Forum Discussion

jls987's avatar
jls987
Level 3
7 years ago

Oracle Backup channels failing

We are having a problem when one or more of the channels for an RMAN backup fails .  The backup starts with 6 channels, if one fails, the backup continues with 5.  This past weekend, 3 channels going to the same drive/tape all failed with a media error, and the backup continued with only 3 channels, which is not enough bandwidth to get the backup completed in the allowed time.  As a stop gap we're going to increase the channels so if something fails, we'll still have enough to continue effectivly.  Is there a better solution that can be done for a failed channel to be restarted/reused?

  • Have a look at this post https://vox.veritas.com/t5/NetBackup/Oracle-Application-Backups/m-p/843736 for replies by Genericus.
    You will see how rman script can be customized to rerun failed jobs.

    If you have problematic drives or media, then not a good idea to have multiple channels going to the same drive/media. Look at schedule MPX levels.

    You may also want to consider introducing disk as first stage of your backups.
    Dedupe preferrably if budget allows.
  • I do not know of any mechanism to automatically restart channels, if one fails the job continues with one fewer channel.

    Our only solution is to run the backup as SYSDATE-X, so the job could be restarted and not attempt to re-backup pieces already done. ALSO, we had our OPS staff monitor the job and kill and restart if the number of child jobs falls below a certain level. 

    Most of our issues went away once we went to the data domains, so far they accept the data as fast as we can send it. We were able to increase the number of channels.

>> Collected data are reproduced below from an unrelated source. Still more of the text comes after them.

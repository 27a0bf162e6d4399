// The response of a second-order circuit after an event, one formula for all three damping regimes.
//
// y(t) = yPre                                        for t < t0
// y(t) = yFinal + e^(-alpha tau) (a C(tau) + b S(tau))   for t >= t0, tau = t - t0
// with q = omega0^2 - alpha^2 and
//   C(tau) = cos(sqrt(q) tau)          S(tau) = sin(sqrt(q) tau) / sqrt(q)      (q > 0, underdamped)
//   C(tau) = cosh(sqrt(-q) tau)        S(tau) = sinh(sqrt(-q) tau) / sqrt(-q)   (q < 0, overdamped)
// Both are entire functions of q (C = sum (-q tau^2)^k / (2k)!, S = tau sum (-q tau^2)^k / (2k+1)!),
// so the model is smooth through critical damping (q = 0, S = tau) with no switch and no 0/0.
// At t0+: y = yFinal + a and dy/dt = b - alpha a.

export interface ResponseParams {
  /** Event time, s. */
  t0: number;
  /** Level held before the event. */
  yPre: number;
  /** Level the response settles to (0 for a ringdown to zero). */
  yFinal: number;
  /** Neper frequency alpha, s^-1 (> 0 for a decaying response). */
  alpha: number;
  /** Undamped natural frequency omega0, rad/s. */
  omega0: number;
  /** Natural part at t0+: y(t0+) - yFinal. */
  a: number;
  /** Slope term: dy/dt(t0+) + alpha a. */
  b: number;
}

/** Below this |q tau^2| the power series is used instead of the trig/hyperbolic form. */
const SERIES_LIMIT = 1e-2;

const oneTau = new Float64Array(1);
const oneC = new Float64Array(1);
const oneS = new Float64Array(1);

/** e^(-alpha tau) C(tau) and e^(-alpha tau) S(tau) for one tau >= 0 (see fillDampedBasis). */
export function dampedBasis(alpha: number, omega0: number, tau: number): [number, number] {
  oneTau[0] = tau;
  fillDampedBasis(alpha, omega0, 0, oneTau, oneC, oneS);
  return [oneC[0], oneS[0]];
}

/**
 * e^(-alpha tau) C(tau) and e^(-alpha tau) S(tau) over a whole time axis (tau = t - t0; zero before t0),
 * without allocating per sample: the hot loop of every fit. A heavily overdamped response neither
 * overflows nor cancels: cosh and sinh are split into the two poles. With blockWidth > 0, the means
 * over blocks of that width centred on each sample.
 */
export function fillDampedBasis(
  alpha: number,
  omega0: number,
  t0: number,
  time: ArrayLike<number>,
  ec: Float64Array,
  es: Float64Array,
  blockWidth = 0,
): void {
  const q = omega0 * omega0 - alpha * alpha;
  const w = Math.sqrt(Math.abs(q));
  for (let i = 0; i < time.length; i++) {
    const tau = time[i] - t0;
    if (tau < 0) {
      ec[i] = 0;
      es[i] = 0;
      continue;
    }
    const x = q * tau * tau;
    if (Math.abs(x) < SERIES_LIMIT) {
      const e = Math.exp(-alpha * tau);
      ec[i] = e * (1 - x / 2 + (x * x) / 24 - (x * x * x) / 720 + (x * x * x * x) / 40320);
      es[i] = e * tau * (1 - x / 6 + (x * x) / 120 - (x * x * x) / 5040 + (x * x * x * x) / 362880);
    } else if (q > 0) {
      const e = Math.exp(-alpha * tau);
      ec[i] = e * Math.cos(w * tau);
      es[i] = (e * Math.sin(w * tau)) / w;
    } else {
      const slow = Math.exp((w - alpha) * tau);
      const fast = Math.exp(-(alpha + w) * tau);
      ec[i] = (slow + fast) / 2;
      es[i] = (slow - fast) / (2 * w);
    }
  }
  if (blockWidth > 0) averageOverBlocks(alpha, omega0, t0, time, ec, es, blockWidth);
}

/**
 * Turns point values of the basis into means over a block of width h centred on each sample (what a
 * record averaged in blocks holds). Averaging e^(s tau) gives e^(s tau) G(s), G(s) = sinh(s h/2)/(s h/2);
 * with the poles s1, s2 of the circuit, Gm = (G(s1) + G(s2)) / 2 and D = (G(s1) - G(s2)) / (s1 - s2)
 * are real in every regime and smooth through critical damping, and
 *   mean(ec) = Gm ec - D q es,   mean(es) = Gm es + D ec   (q = omega0^2 - alpha^2).
 * Gm and D come from G's power series and the power sums of the poles (recurrences in s1 + s2 = -2 alpha
 * and s1 s2 = omega0^2). Samples whose block reaches back past t0 keep their point values.
 */
function averageOverBlocks(
  alpha: number,
  omega0: number,
  t0: number,
  time: ArrayLike<number>,
  ec: Float64Array,
  es: Float64Array,
  h: number,
): void {
  const sum = -2 * alpha;
  const product = omega0 * omega0;
  let pPrev = 2; // s1^0 + s2^0
  let p = sum; // s1 + s2
  let uPrev = 0; // (s1^0 - s2^0) / (s1 - s2)
  let u = 1;
  let gm = 1;
  let d = 0;
  let coefficient = 1;
  const half2 = (h / 2) * (h / 2);
  for (let k = 1; k <= 40; k++) {
    // Advance the power sums by two orders: index 2k-1 -> 2k and 2k -> 2k+1.
    const p2 = sum * p - product * pPrev;
    const u2 = sum * u - product * uPrev;
    coefficient *= half2 / ((2 * k) * (2 * k + 1));
    const termG = (coefficient * p2) / 2;
    const termD = coefficient * u2;
    gm += termG;
    d += termD;
    pPrev = p2;
    p = sum * p2 - product * p;
    uPrev = u2;
    u = sum * u2 - product * u;
    if (Math.abs(termG) < 1e-16 * Math.abs(gm) && Math.abs(termD) < 1e-16 * Math.abs(d) + 1e-300) break;
  }
  const q = product - alpha * alpha;
  for (let i = 0; i < time.length; i++) {
    if (time[i] - t0 < h / 2) continue;
    const c = ec[i];
    const s = es[i];
    ec[i] = gm * c - d * q * s;
    es[i] = gm * s + d * c;
  }
}

/** The model at one instant. */
export function responseAt(p: ResponseParams, t: number): number {
  if (t < p.t0) return p.yPre;
  const [ec, es] = dampedBasis(p.alpha, p.omega0, t - p.t0);
  return p.yFinal + p.a * ec + p.b * es;
}

/** The model over a time axis, written into `out` when given. */
export function evaluateResponse(p: ResponseParams, time: ArrayLike<number>, out?: Float64Array): Float64Array {
  const y = out ?? new Float64Array(time.length);
  const ec = new Float64Array(time.length);
  const es = new Float64Array(time.length);
  fillDampedBasis(p.alpha, p.omega0, p.t0, time, ec, es);
  for (let i = 0; i < time.length; i++) y[i] = time[i] < p.t0 ? p.yPre : p.yFinal + p.a * ec[i] + p.b * es[i];
  return y;
}

/** Damped (ring) angular frequency omega_d, or null when not underdamped. */
export function ringFrequency(alpha: number, omega0: number): number | null {
  const q = omega0 * omega0 - alpha * alpha;
  return q > 0 ? Math.sqrt(q) : null;
}

/** a and b from the value and slope of the response just after the event. */
export function coefficientsFromInitial(
  yAtStart: number,
  slopeAtStart: number,
  yFinal: number,
  alpha: number,
): { a: number; b: number } {
  const a = yAtStart - yFinal;
  return { a, b: slopeAtStart + alpha * a };
}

    BEWARE! If you are sending packets over the LAN, there is CPU overhead caused by encapsulating the TCP/IP packets. I was able to put my system to 100% CPU by increasing the number of channels too high. That is why we use Fiber Channel for most of our large data bases. We are implementing 10G networking, we shall see how that goes...

     

6 Replies

  • Job control in RMAN is controlled by RMAN, so if a channel fails, it's not NBU's job to restart it. I'd focus on getting down the rabbit hole why they fail - I know customers with literally thousands of Oracle jobs daily with 100% success rate - just to highlight that NBU is a reliable sw when it comes to backup of Oracle, so if it's infrastructure issue it has to be fixed first.

    • jls987's avatar
      jls987
      Level 3

      Mouse, In this case we know what the error was.  Tape media, it's just the price of using tapes.  Our environment is slowly moving to a disk based storage solution, but it's going to take time.  I know how the backup works from the NBU side.  I was hoping for something to be added to the RMAN script that might help.  RMAN scripting is not something I do much of.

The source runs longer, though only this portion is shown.